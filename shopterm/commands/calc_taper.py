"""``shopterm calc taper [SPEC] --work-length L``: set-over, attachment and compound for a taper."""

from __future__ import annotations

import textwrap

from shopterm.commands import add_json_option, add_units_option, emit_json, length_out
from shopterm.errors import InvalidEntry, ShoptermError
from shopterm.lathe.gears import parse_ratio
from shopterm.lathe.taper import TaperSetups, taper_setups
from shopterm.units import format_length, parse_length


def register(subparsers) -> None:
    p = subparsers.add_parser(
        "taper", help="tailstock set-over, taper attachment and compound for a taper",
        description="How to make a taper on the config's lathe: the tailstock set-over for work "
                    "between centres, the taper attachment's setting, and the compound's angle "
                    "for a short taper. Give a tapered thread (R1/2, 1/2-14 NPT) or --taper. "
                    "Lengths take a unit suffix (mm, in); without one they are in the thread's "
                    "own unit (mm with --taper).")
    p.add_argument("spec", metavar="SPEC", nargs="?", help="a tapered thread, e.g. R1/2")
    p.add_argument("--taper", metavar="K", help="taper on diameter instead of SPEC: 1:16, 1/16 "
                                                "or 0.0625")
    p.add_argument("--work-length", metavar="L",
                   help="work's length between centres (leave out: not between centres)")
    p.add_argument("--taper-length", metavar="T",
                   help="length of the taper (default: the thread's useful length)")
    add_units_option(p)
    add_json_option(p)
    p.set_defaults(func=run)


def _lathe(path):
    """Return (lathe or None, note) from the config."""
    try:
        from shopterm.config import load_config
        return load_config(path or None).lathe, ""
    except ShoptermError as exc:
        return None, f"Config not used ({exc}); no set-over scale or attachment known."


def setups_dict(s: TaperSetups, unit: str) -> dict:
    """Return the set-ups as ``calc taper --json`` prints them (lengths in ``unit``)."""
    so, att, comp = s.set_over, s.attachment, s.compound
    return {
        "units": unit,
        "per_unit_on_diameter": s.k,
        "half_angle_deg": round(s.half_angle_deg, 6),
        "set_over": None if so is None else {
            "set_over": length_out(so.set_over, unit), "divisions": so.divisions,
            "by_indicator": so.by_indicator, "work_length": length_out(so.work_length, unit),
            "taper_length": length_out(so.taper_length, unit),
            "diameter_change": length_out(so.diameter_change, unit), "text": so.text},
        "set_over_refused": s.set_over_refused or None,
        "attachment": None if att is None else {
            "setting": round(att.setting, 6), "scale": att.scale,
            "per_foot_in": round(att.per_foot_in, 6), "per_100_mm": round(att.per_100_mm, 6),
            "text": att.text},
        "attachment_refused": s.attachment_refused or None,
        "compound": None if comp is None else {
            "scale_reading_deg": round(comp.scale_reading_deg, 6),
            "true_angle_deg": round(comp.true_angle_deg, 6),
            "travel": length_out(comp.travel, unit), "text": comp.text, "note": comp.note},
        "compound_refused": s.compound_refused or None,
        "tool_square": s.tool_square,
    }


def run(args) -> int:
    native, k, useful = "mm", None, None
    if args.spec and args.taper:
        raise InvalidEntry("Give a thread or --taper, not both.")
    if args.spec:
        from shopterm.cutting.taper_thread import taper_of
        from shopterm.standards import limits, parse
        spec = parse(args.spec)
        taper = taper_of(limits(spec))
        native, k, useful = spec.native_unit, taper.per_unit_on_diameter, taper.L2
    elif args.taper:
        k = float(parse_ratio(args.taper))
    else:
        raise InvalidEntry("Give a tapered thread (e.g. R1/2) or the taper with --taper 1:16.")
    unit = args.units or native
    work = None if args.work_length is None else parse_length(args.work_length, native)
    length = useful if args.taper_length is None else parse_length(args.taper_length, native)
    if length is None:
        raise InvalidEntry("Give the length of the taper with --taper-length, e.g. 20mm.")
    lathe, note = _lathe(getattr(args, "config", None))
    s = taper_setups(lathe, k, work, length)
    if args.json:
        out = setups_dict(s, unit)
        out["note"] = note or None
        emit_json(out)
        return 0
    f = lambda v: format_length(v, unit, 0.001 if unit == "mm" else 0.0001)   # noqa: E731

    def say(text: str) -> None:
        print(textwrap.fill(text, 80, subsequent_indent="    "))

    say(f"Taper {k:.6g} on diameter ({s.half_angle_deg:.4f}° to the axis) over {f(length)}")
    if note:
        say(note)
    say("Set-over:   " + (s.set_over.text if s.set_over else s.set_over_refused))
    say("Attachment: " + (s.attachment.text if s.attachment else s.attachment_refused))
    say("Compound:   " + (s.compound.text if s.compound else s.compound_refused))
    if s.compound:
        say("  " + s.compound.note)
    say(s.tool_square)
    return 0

----------------

About this exercise:
Verbatim reproduction is required for the line holding "s.attachment else s.attachment_refused))" and for every line after it in the records, with no other line included.

Output:
    say("Attachment: " + (s.attachment.text if s.attachment else s.attachment_refused))
    say("Compound:   " + (s.compound.text if s.compound else s.compound_refused))
    if s.compound:
        say("  " + s.compound.note)
    say(s.tool_square)
    return 0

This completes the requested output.